● Your objective
Each entry below must appear in the output exactly as written.

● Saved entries

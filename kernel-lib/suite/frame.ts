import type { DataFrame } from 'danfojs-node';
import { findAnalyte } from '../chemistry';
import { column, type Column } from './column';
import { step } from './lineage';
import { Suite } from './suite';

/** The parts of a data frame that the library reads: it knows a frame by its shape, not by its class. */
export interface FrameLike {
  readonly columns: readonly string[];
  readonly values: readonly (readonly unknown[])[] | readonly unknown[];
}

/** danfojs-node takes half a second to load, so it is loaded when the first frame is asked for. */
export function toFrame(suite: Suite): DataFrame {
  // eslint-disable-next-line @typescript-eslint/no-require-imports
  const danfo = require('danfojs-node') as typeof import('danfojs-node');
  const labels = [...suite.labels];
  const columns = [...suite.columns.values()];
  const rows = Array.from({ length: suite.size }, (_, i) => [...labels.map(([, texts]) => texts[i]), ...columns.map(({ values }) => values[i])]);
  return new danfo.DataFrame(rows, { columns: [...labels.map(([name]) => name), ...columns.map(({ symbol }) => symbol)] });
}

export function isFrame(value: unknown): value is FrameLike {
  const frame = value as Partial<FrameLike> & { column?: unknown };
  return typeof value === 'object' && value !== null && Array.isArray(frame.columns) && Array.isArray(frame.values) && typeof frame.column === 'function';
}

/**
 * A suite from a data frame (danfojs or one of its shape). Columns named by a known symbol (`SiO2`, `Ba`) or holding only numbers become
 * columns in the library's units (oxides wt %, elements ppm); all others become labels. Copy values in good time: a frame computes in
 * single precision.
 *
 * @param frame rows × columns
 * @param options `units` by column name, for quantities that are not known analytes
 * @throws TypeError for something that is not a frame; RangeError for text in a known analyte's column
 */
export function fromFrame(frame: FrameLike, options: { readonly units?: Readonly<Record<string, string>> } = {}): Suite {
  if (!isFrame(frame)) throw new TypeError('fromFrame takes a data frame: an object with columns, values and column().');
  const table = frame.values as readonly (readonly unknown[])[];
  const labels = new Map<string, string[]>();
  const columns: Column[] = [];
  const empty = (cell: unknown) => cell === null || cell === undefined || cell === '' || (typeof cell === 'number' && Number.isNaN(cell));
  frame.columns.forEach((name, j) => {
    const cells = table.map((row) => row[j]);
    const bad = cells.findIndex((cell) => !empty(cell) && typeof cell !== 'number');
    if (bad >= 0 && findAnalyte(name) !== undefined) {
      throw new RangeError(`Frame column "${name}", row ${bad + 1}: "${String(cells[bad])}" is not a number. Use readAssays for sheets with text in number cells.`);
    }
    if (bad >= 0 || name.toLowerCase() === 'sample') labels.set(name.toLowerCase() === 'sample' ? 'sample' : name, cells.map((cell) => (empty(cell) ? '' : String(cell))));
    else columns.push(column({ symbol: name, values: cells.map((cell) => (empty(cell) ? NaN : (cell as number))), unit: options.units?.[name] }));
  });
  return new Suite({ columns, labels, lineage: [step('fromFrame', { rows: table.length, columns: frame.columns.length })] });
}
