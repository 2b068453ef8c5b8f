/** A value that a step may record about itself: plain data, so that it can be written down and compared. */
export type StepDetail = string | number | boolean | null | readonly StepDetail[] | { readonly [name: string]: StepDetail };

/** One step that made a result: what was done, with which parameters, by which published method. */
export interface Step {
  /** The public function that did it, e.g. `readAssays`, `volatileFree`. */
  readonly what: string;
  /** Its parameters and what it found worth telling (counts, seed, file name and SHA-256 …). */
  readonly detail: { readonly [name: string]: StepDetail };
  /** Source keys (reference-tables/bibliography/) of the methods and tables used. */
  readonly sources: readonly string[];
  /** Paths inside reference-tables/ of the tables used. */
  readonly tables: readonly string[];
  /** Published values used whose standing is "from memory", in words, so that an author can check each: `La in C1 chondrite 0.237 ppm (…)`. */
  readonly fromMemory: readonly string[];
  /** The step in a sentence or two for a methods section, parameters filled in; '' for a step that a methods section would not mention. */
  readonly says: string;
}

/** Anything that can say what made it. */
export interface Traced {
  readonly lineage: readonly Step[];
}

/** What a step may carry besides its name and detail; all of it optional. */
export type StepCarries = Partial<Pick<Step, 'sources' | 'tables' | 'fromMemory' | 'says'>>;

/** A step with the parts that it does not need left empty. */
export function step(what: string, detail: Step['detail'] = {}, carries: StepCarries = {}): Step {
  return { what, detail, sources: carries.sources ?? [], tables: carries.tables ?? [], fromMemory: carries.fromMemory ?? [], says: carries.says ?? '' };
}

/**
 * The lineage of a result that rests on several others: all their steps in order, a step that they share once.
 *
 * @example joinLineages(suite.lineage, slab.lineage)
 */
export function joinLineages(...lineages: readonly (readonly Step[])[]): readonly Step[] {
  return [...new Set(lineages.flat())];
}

● Exercise output
filename kernel-lib/suite/frame.ts
import type { DataFrame } from 'danfojs-node';
import { findAnalyte } from '../chemistry';
import { column, type Column } from './column';
import { step } from './lineage';
import { Suite } from './suite';

/** The parts of a data frame that the library reads: it knows a frame by its shape, not by its class. */
export interface FrameLike {
  readonly columns: readonly string[];
  readonly values: readonly (readonly unknown[])[] | readonly unknown[];
}

/** danfojs-node takes half a second to load, so it is loaded when the first frame is asked for. */
export function toFrame(suite: Suite): DataFrame {
  // eslint-disable-next-line @typescript-eslint/no-require-imports
  const danfo = require('danfojs-node') as typeof import('danfojs-node');
  const labels = [...suite.labels];
  const columns = [...suite.columns.values()];
  const rows = Array.from({ length: suite.size }, (_, i) => [...labels.map(([, texts]) => texts[i]), ...columns.map(({ values }) => values[i])]);
  return new danfo.DataFrame(rows, { columns: [...labels.map(([name]) => name), ...columns.map(({ symbol }) => symbol)] });
}

export function isFrame(value: unknown): value is FrameLike {
  const frame = value as Partial<FrameLike> & { column?: unknown };
  return typeof value === 'object' && value !== null && Array.isArray(frame.columns) && Array.isArray(frame.values) && typeof frame.column === 'function';
}

/**
 * A suite from a data frame (danfojs or one of its shape). Columns named by a known symbol (`SiO2`, `Ba`) or holding only numbers become
 * columns in the library's units (oxides wt %, elements ppm); all others become labels. Copy values in good time: a frame computes in
 * single precision.
 *
 * @param frame rows × columns
 * @param options `units` by column name, for quantities that are not known analytes
 * @throws TypeError for something that is not a frame; RangeError for text in a known analyte's column
 */
export function fromFrame(frame: FrameLike, options: { readonly units?: Readonly<Record<string, string>> } = {}): Suite {
  if (!isFrame(frame)) throw new TypeError('fromFrame takes a data frame: an object with columns, values and column().');
  const table = frame.values as readonly (readonly unknown[])[];
  const labels = new Map<string, string[]>();
  const columns: Column[] = [];
  const empty = (cell: unknown) => cell === null || cell === undefined || cell === '' || (typeof cell === 'number' && Number.isNaN(cell));
  frame.columns.forEach((name, j) => {
    const cells = table.map((row) => row[j]);
    const bad = cells.findIndex((cell) => !empty(cell) && typeof cell !== 'number');
    if (bad >= 0 && findAnalyte(name) !== undefined) {
      throw new RangeError(`Frame column "${name}", row ${bad + 1}: "${String(cells[bad])}" is not a number. Use readAssays for sheets with text in number cells.`);
    }
    if (bad >= 0 || name.toLowerCase() === 'sample') labels.set(name.toLowerCase() === 'sample' ? 'sample' : name, cells.map((cell) => (empty(cell) ? '' : String(cell))));
    else columns.push(column({ symbol: name, values: cells.map((cell) => (empty(cell) ? NaN : (cell as number))), unit: options.units?.[name] }));
  });
  return new Suite({ columns, labels, lineage: [step('fromFrame', { rows: table.length, columns: frame.columns.length })] });
}
repository 2b068453ef8c5b8f
/** A value that a step may record about itself: plain data, so that it can be written down and compared. */
export type StepDetail = string | number | boolean | null | readonly StepDetail[] | { readonly [name: string]: StepDetail };

/** One step that made a result: what was done, with which parameters, by which published method. */
export interface Step {
  /** The public function that did it, e.g. `readAssays`, `volatileFree`. */
  readonly what: string;
  /** Its parameters and what it found worth telling (counts, seed, file name and SHA-256 …). */
  readonly detail: { readonly [name: string]: StepDetail };
  /** Source keys (reference-tables/bibliography/) of the methods and tables used. */
  readonly sources: readonly string[];
  /** Paths inside reference-tables/ of the tables used. */
  readonly tables: readonly string[];
  /** Published values used whose standing is "from memory", in words, so that an author can check each: `La in C1 chondrite 0.237 ppm (…)`. */
  readonly fromMemory: readonly string[];
  /** The step in a sentence or two for a methods section, parameters filled in; '' for a step that a methods section would not mention. */
  readonly says: string;
}

/** Anything that can say what made it. */
export interface Traced {
  readonly lineage: readonly Step[];
}

/** What a step may carry besides its name and detail; all of it optional. */
export type StepCarries = Partial<Pick<Step, 'sources' | 'tables' | 'fromMemory' | 'says'>>;

/** A step with the parts that it does not need left empty. */
export function step(what: string, detail: Step['detail'] = {}, carries: StepCarries = {}): Step {
  return { what, detail, sources: carries.sources ?? [], tables: carries.tables ?? [], fromMemory: carries.fromMemory ?? [], says: carries.says ?? '' };
}

/**
 * The lineage of a result that rests on several others: all their steps in order, a step that they share once.
 *
 * @example joinLineages(suite.lineage, slab.lineage)
 */
export function joinLineages(...lineages: readonly (readonly Step[])[]): readonly Step[] {
  return [...new Set(lineages.flat())];
}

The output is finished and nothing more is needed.